**** Given records
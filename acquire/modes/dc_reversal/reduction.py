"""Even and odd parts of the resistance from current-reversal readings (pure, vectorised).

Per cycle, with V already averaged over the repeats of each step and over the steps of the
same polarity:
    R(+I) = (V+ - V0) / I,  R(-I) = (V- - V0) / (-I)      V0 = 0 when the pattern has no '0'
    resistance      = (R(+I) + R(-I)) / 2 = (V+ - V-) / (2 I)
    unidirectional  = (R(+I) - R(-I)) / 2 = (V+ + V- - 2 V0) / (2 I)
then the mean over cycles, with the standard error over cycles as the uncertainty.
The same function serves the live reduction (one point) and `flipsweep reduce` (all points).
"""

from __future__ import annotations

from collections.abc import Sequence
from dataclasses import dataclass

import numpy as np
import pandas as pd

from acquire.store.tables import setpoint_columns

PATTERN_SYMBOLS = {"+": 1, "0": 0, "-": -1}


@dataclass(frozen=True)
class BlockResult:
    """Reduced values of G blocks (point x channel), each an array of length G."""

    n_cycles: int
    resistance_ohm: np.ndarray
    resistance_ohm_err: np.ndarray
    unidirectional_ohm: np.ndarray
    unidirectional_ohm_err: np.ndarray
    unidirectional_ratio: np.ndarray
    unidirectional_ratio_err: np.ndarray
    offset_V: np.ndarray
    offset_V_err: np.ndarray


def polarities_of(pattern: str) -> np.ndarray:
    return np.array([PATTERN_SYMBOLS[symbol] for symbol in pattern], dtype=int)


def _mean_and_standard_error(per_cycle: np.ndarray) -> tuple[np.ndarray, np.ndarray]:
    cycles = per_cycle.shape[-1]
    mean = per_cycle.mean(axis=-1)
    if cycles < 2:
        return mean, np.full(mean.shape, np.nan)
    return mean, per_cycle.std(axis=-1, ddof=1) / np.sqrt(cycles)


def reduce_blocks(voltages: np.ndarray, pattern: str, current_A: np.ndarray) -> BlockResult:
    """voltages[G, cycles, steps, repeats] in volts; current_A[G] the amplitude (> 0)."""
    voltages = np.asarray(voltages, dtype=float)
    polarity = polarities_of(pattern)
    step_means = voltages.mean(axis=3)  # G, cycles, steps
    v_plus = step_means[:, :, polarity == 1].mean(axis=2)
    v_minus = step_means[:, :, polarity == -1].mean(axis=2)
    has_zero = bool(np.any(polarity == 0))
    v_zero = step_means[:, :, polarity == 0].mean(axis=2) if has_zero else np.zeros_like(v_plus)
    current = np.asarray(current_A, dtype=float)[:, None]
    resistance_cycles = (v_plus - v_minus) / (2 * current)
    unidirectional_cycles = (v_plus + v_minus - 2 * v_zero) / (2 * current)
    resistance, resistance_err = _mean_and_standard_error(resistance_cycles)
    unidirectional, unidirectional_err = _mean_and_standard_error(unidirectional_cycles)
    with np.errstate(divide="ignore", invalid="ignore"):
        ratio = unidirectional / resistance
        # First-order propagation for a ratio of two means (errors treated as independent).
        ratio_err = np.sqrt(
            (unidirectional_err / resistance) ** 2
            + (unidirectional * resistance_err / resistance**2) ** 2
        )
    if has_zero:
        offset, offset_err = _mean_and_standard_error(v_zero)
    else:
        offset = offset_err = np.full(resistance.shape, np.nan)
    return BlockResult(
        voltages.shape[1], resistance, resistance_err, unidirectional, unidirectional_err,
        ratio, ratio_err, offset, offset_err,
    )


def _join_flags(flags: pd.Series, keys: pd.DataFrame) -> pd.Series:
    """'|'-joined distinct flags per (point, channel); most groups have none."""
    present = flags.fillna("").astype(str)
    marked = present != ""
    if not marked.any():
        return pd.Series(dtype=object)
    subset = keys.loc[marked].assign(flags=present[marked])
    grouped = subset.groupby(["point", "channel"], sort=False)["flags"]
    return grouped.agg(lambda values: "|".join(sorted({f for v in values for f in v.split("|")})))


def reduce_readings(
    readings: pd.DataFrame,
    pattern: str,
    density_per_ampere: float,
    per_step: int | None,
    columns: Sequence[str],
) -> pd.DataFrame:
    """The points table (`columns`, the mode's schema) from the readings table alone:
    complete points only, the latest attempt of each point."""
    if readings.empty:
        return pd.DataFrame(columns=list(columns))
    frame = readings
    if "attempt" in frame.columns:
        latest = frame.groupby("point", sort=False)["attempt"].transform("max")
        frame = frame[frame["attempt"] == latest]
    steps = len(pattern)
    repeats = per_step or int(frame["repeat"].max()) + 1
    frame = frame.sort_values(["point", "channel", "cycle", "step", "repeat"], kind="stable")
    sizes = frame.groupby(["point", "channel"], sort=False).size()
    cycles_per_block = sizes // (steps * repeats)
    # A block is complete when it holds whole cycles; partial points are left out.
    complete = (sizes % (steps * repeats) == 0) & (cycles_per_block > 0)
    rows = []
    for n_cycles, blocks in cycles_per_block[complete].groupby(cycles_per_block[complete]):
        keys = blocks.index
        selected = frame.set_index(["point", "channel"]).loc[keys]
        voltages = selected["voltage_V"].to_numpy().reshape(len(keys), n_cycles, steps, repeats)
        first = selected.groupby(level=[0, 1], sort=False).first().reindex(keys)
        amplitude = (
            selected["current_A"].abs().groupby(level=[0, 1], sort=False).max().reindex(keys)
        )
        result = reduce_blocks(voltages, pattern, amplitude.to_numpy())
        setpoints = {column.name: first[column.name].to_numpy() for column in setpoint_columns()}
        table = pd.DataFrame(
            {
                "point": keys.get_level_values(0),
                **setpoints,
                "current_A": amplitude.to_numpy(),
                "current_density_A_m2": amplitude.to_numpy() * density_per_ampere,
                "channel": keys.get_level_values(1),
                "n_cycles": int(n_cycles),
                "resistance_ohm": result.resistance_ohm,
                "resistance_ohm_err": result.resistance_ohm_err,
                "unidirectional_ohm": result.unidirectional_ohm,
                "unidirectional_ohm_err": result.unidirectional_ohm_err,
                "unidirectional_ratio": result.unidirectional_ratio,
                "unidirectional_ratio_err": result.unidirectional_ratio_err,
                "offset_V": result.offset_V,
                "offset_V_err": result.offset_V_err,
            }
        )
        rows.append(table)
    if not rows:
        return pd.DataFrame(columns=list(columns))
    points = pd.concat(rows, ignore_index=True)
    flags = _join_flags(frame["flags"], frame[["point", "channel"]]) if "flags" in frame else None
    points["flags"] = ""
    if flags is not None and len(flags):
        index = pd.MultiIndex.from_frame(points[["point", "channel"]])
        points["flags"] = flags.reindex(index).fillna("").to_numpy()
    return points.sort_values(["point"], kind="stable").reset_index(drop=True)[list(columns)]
********
— Exercise goal —
Nothing may be omitted. Restate all of the entries exactly.

— Exercise solution —
filename acquire/modes/dc_reversal/reduction.py
"""Even and odd parts of the resistance from current-reversal readings (pure, vectorised).

Per cycle, with V already averaged over the repeats of each step and over the steps of the
same polarity:
    R(+I) = (V+ - V0) / I,  R(-I) = (V- - V0) / (-I)      V0 = 0 when the pattern has no '0'
    resistance      = (R(+I) + R(-I)) / 2 = (V+ - V-) / (2 I)
    unidirectional  = (R(+I) - R(-I)) / 2 = (V+ + V- - 2 V0) / (2 I)
then the mean over cycles, with the standard error over cycles as the uncertainty.
The same function serves the live reduction (one point) and `flipsweep reduce` (all points).
"""

from __future__ import annotations

from collections.abc import Sequence
from dataclasses import dataclass

import numpy as np
import pandas as pd

from acquire.store.tables import setpoint_columns

PATTERN_SYMBOLS = {"+": 1, "0": 0, "-": -1}


@dataclass(frozen=True)
class BlockResult:
    """Reduced values of G blocks (point x channel), each an array of length G."""

    n_cycles: int
    resistance_ohm: np.ndarray
    resistance_ohm_err: np.ndarray
    unidirectional_ohm: np.ndarray
    unidirectional_ohm_err: np.ndarray
    unidirectional_ratio: np.ndarray
    unidirectional_ratio_err: np.ndarray
    offset_V: np.ndarray
    offset_V_err: np.ndarray


def polarities_of(pattern: str) -> np.ndarray:
    return np.array([PATTERN_SYMBOLS[symbol] for symbol in pattern], dtype=int)


def _mean_and_standard_error(per_cycle: np.ndarray) -> tuple[np.ndarray, np.ndarray]:
    cycles = per_cycle.shape[-1]
    mean = per_cycle.mean(axis=-1)
    if cycles < 2:
        return mean, np.full(mean.shape, np.nan)
    return mean, per_cycle.std(axis=-1, ddof=1) / np.sqrt(cycles)


def reduce_blocks(voltages: np.ndarray, pattern: str, current_A: np.ndarray) -> BlockResult:
    """voltages[G, cycles, steps, repeats] in volts; current_A[G] the amplitude (> 0)."""
    voltages = np.asarray(voltages, dtype=float)
    polarity = polarities_of(pattern)
    step_means = voltages.mean(axis=3)  # G, cycles, steps
    v_plus = step_means[:, :, polarity == 1].mean(axis=2)
    v_minus = step_means[:, :, polarity == -1].mean(axis=2)
    has_zero = bool(np.any(polarity == 0))
    v_zero = step_means[:, :, polarity == 0].mean(axis=2) if has_zero else np.zeros_like(v_plus)
    current = np.asarray(current_A, dtype=float)[:, None]
    resistance_cycles = (v_plus - v_minus) / (2 * current)
    unidirectional_cycles = (v_plus + v_minus - 2 * v_zero) / (2 * current)
    resistance, resistance_err = _mean_and_standard_error(resistance_cycles)
    unidirectional, unidirectional_err = _mean_and_standard_error(unidirectional_cycles)
    with np.errstate(divide="ignore", invalid="ignore"):
        ratio = unidirectional / resistance
        # First-order propagation for a ratio of two means (errors treated as independent).
        ratio_err = np.sqrt(
            (unidirectional_err / resistance) ** 2
            + (unidirectional * resistance_err / resistance**2) ** 2
        )
    if has_zero:
        offset, offset_err = _mean_and_standard_error(v_zero)
    else:
        offset = offset_err = np.full(resistance.shape, np.nan)
    return BlockResult(
        voltages.shape[1], resistance, resistance_err, unidirectional, unidirectional_err,
        ratio, ratio_err, offset, offset_err,
    )


def _join_flags(flags: pd.Series, keys: pd.DataFrame) -> pd.Series:
    """'|'-joined distinct flags per (point, channel); most groups have none."""
    present = flags.fillna("").astype(str)
    marked = present != ""
    if not marked.any():
        return pd.Series(dtype=object)
    subset = keys.loc[marked].assign(flags=present[marked])
    grouped = subset.groupby(["point", "channel"], sort=False)["flags"]
    return grouped.agg(lambda values: "|".join(sorted({f for v in values for f in v.split("|")})))


def reduce_readings(
    readings: pd.DataFrame,
    pattern: str,
    density_per_ampere: float,
    per_step: int | None,
    columns: Sequence[str],
) -> pd.DataFrame:
    """The points table (`columns`, the mode's schema) from the readings table alone:
    complete points only, the latest attempt of each point."""
    if readings.empty:
        return pd.DataFrame(columns=list(columns))
    frame = readings
    if "attempt" in frame.columns:
        latest = frame.groupby("point", sort=False)["attempt"].transform("max")
        frame = frame[frame["attempt"] == latest]
    steps = len(pattern)
    repeats = per_step or int(frame["repeat"].max()) + 1
    frame = frame.sort_values(["point", "channel", "cycle", "step", "repeat"], kind="stable")
    sizes = frame.groupby(["point", "channel"], sort=False).size()
    cycles_per_block = sizes // (steps * repeats)
    # A block is complete when it holds whole cycles; partial points are left out.
    complete = (sizes % (steps * repeats) == 0) & (cycles_per_block > 0)
    rows = []
    for n_cycles, blocks in cycles_per_block[complete].groupby(cycles_per_block[complete]):
        keys = blocks.index
        selected = frame.set_index(["point", "channel"]).loc[keys]
        voltages = selected["voltage_V"].to_numpy().reshape(len(keys), n_cycles, steps, repeats)
        first = selected.groupby(level=[0, 1], sort=False).first().reindex(keys)
        amplitude = (
            selected["current_A"].abs().groupby(level=[0, 1], sort=False).max().reindex(keys)
        )
        result = reduce_blocks(voltages, pattern, amplitude.to_numpy())
        setpoints = {column.name: first[column.name].to_numpy() for column in setpoint_columns()}
        table = pd.DataFrame(
            {
                "point": keys.get_level_values(0),
                **setpoints,
                "current_A": amplitude.to_numpy(),
                "current_density_A_m2": amplitude.to_numpy() * density_per_ampere,
                "channel": keys.get_level_values(1),
                "n_cycles": int(n_cycles),
                "resistance_ohm": result.resistance_ohm,
                "resistance_ohm_err": result.resistance_ohm_err,
                "unidirectional_ohm": result.unidirectional_ohm,
                "unidirectional_ohm_err": result.unidirectional_ohm_err,
                "unidirectional_ratio": result.unidirectional_ratio,
                "unidirectional_ratio_err": result.unidirectional_ratio_err,
                "offset_V": result.offset_V,
                "offset_V_err": result.offset_V_err,
            }
        )
        rows.append(table)
    if not rows:
        return pd.DataFrame(columns=list(columns))
    points = pd.concat(rows, ignore_index=True)
    flags = _join_flags(frame["flags"], frame[["point", "channel"]]) if "flags" in frame else None
    points["flags"] = ""
    if flags is not None and len(flags):
        index = pd.MultiIndex.from_frame(points[["point", "channel"]])
        points["flags"] = flags.reindex(index).fillna("").to_numpy()
    return points.sort_values(["point"], kind="stable").reset_index(drop=True)[list(columns)]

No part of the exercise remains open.